Records contained in a dataset
- - - -
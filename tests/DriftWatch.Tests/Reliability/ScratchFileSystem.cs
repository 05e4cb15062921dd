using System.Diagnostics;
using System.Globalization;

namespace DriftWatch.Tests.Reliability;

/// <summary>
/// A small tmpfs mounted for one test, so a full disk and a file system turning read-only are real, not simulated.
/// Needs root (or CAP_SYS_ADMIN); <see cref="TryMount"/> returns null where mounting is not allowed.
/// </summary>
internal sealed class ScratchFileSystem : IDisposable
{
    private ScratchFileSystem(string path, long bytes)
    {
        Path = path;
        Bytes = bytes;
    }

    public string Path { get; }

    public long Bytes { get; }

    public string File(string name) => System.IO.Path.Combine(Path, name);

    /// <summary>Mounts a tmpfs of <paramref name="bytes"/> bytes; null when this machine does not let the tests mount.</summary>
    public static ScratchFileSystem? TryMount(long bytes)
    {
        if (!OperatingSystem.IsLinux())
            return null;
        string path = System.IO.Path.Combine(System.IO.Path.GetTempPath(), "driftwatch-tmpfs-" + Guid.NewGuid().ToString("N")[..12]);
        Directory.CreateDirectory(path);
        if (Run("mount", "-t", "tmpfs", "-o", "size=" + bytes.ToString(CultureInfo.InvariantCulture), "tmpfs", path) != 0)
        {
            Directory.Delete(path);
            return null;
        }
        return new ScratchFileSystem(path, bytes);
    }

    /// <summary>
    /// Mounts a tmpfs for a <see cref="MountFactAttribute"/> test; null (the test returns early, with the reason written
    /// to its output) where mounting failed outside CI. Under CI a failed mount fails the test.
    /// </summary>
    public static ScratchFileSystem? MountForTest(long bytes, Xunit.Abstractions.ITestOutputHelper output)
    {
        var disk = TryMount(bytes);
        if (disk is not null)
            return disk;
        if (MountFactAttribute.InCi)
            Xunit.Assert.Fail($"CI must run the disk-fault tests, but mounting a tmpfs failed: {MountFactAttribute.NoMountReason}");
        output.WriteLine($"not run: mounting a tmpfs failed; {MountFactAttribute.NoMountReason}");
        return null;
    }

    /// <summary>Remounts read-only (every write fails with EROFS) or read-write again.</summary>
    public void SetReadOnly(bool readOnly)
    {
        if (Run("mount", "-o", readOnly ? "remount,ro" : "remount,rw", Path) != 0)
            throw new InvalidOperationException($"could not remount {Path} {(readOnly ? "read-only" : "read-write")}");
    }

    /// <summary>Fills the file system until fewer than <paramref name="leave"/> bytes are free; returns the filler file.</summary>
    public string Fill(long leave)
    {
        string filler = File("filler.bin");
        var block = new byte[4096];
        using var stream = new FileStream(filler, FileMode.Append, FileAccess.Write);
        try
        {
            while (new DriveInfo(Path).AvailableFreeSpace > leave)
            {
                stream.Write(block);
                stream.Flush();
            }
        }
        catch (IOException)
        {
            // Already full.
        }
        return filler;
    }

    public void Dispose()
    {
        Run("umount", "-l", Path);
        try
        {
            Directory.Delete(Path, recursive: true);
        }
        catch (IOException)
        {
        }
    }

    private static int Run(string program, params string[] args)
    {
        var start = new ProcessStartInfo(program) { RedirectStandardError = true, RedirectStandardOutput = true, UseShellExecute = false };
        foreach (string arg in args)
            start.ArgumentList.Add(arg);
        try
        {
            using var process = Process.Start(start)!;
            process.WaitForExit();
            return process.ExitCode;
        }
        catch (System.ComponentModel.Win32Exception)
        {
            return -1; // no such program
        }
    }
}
- - - -
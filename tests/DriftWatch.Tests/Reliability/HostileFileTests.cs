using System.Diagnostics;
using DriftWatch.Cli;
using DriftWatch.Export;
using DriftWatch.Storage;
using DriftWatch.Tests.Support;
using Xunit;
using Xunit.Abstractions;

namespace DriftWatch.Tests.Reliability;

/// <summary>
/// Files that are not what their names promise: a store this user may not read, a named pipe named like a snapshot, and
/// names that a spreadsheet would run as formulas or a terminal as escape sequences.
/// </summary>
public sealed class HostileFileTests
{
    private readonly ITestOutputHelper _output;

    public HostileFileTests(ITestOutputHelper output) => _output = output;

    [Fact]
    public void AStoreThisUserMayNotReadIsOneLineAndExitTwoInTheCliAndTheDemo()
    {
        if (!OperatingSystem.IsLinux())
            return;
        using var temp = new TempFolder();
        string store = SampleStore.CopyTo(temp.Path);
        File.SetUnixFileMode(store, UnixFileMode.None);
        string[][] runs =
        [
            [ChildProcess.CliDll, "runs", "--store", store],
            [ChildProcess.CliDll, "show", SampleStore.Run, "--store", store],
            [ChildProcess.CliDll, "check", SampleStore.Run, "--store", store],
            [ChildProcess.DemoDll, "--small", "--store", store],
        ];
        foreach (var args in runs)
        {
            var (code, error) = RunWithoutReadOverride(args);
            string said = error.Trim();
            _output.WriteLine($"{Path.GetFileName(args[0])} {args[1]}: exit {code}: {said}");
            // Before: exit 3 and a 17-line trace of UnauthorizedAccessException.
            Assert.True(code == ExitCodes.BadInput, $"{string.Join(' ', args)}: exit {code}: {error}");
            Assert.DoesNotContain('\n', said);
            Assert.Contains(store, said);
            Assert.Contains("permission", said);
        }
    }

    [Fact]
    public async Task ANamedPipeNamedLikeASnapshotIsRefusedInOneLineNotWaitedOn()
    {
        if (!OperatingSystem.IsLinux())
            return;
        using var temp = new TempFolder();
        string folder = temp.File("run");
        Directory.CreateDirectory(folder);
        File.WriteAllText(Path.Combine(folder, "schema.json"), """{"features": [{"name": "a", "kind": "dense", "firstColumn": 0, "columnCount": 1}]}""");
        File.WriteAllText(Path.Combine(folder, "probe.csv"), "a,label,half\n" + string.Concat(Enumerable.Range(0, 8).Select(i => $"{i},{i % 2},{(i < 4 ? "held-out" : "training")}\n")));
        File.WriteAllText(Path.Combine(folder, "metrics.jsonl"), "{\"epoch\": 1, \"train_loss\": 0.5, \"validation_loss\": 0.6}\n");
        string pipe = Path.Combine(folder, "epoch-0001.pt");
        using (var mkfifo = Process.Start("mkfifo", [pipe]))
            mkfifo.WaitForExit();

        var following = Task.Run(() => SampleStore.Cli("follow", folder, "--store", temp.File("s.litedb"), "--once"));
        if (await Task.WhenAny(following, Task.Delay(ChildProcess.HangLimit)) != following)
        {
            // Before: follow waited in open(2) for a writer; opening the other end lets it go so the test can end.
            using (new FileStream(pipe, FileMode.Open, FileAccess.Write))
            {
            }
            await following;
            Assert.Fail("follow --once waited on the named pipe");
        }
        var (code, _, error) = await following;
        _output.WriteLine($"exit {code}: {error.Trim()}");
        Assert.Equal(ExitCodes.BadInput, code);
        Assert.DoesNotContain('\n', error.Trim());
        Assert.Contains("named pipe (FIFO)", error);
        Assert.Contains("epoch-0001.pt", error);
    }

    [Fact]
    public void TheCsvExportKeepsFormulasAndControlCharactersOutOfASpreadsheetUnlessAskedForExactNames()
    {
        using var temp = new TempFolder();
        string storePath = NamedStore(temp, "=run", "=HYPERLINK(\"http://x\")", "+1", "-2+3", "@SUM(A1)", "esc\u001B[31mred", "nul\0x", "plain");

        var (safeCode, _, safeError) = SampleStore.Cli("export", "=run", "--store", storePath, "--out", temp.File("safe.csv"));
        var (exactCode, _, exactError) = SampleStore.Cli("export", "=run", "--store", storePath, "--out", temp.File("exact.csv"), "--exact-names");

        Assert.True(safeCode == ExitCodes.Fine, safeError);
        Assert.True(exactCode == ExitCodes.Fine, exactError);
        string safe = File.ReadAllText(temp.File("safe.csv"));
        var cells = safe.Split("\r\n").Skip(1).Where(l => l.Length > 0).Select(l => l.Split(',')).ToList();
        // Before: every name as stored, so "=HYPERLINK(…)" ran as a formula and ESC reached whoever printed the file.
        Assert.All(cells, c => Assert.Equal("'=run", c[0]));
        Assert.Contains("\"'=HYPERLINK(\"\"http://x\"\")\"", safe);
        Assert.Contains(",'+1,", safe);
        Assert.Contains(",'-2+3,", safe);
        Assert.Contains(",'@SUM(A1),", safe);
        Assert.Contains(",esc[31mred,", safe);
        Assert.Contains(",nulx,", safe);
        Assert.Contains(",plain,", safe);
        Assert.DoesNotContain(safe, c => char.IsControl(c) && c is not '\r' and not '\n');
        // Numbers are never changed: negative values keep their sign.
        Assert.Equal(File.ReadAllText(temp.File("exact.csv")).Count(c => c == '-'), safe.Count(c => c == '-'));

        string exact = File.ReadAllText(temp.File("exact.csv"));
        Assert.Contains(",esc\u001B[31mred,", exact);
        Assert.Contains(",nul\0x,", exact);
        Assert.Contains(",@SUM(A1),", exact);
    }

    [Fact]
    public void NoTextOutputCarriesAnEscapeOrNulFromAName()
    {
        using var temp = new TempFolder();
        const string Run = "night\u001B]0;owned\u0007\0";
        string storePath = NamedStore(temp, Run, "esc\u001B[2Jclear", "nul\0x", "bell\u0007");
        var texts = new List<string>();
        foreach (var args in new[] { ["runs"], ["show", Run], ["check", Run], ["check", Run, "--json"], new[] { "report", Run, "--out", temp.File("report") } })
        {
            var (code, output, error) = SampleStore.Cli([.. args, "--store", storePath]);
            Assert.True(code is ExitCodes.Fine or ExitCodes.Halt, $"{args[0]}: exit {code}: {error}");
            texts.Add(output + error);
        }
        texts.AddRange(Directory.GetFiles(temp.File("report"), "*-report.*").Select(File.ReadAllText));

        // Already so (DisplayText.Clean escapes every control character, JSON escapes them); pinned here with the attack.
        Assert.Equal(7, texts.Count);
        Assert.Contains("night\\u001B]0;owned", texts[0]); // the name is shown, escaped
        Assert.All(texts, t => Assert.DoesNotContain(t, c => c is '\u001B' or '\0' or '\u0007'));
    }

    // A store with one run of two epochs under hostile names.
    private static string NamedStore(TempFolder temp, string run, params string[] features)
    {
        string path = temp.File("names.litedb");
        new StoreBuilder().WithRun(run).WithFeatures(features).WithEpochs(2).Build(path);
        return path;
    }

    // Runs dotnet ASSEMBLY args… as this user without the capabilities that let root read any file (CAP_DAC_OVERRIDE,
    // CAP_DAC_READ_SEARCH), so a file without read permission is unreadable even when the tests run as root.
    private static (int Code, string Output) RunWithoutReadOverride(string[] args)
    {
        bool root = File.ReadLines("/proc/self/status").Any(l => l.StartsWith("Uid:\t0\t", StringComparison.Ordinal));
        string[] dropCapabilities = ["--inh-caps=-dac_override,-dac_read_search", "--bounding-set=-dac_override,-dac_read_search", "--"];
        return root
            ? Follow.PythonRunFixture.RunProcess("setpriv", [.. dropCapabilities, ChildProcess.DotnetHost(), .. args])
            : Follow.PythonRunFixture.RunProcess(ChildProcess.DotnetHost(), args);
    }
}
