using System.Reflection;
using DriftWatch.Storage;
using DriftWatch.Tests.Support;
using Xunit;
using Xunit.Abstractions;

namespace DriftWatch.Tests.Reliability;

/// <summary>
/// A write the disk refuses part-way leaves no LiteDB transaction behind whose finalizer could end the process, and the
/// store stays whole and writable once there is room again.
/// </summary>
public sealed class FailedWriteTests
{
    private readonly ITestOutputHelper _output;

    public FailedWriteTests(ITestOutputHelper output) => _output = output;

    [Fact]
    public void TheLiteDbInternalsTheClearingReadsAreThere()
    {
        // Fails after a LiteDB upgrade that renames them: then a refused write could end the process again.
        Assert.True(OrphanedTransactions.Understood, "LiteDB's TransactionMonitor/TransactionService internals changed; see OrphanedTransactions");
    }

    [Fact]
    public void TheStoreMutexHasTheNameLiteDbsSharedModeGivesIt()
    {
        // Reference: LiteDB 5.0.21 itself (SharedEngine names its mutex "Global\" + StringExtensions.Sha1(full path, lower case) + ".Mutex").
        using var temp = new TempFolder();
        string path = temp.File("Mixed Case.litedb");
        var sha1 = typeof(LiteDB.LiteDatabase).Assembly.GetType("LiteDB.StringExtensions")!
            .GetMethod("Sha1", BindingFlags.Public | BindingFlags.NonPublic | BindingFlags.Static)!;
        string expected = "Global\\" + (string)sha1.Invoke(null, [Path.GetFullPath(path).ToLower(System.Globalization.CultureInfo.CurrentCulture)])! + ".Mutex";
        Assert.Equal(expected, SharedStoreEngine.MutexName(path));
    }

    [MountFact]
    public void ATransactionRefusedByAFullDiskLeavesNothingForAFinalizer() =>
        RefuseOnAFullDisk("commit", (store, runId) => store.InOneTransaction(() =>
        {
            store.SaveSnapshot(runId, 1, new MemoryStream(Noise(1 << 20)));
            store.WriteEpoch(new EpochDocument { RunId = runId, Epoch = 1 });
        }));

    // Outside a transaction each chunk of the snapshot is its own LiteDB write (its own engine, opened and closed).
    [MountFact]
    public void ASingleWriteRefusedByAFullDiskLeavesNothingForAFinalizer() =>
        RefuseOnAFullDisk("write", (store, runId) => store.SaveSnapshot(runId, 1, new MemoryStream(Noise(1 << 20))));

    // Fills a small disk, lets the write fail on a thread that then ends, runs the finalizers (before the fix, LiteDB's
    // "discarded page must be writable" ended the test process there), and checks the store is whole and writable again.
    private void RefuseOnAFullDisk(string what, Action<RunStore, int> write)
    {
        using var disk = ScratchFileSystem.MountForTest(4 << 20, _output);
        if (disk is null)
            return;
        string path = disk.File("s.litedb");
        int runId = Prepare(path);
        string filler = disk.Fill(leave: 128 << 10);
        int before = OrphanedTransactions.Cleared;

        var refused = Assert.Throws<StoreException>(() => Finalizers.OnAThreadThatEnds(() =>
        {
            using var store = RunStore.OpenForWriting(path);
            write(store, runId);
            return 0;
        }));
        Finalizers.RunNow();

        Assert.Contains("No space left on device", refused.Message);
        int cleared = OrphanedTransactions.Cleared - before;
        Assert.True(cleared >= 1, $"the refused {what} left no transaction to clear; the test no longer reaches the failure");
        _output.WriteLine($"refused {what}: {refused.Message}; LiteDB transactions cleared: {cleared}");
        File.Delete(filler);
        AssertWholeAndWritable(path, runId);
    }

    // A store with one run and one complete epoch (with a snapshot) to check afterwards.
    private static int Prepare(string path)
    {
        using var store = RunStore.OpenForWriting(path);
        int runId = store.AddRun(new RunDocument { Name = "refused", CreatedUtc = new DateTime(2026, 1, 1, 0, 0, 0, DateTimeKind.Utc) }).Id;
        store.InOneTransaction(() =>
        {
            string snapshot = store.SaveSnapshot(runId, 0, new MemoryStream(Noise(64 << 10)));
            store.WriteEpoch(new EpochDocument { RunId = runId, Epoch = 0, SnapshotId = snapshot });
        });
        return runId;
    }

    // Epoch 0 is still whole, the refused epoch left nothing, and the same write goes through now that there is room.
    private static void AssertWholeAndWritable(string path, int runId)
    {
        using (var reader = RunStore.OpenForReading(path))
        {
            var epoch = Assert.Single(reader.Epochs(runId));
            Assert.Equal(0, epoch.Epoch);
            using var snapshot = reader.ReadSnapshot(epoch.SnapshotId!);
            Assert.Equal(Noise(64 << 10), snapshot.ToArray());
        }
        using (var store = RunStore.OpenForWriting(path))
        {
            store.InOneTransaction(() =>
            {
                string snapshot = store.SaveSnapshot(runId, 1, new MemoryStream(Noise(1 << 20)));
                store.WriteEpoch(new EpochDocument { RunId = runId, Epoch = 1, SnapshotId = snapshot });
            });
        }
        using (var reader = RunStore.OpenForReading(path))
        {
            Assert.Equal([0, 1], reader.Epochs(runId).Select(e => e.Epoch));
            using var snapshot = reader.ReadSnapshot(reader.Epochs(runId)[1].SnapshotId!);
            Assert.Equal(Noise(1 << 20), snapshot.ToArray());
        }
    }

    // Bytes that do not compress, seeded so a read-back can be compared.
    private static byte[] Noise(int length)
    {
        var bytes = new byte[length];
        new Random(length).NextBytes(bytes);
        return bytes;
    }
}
- - - -
Exercise brief
What do the lines above say from the one containing "private static void" down to the one containing "string snapshot = store.SaveSnapshot(runId, 1, new"? Return them exactly, both end lines included, and only them.

Answer box
    private static void AssertWholeAndWritable(string path, int runId)
    {
        using (var reader = RunStore.OpenForReading(path))
        {
            var epoch = Assert.Single(reader.Epochs(runId));
            Assert.Equal(0, epoch.Epoch);
            using var snapshot = reader.ReadSnapshot(epoch.SnapshotId!);
            Assert.Equal(Noise(64 << 10), snapshot.ToArray());
        }
        using (var store = RunStore.OpenForWriting(path))
        {
            store.InOneTransaction(() =>
            {
                string snapshot = store.SaveSnapshot(runId, 1, new MemoryStream(Noise(1 << 20)));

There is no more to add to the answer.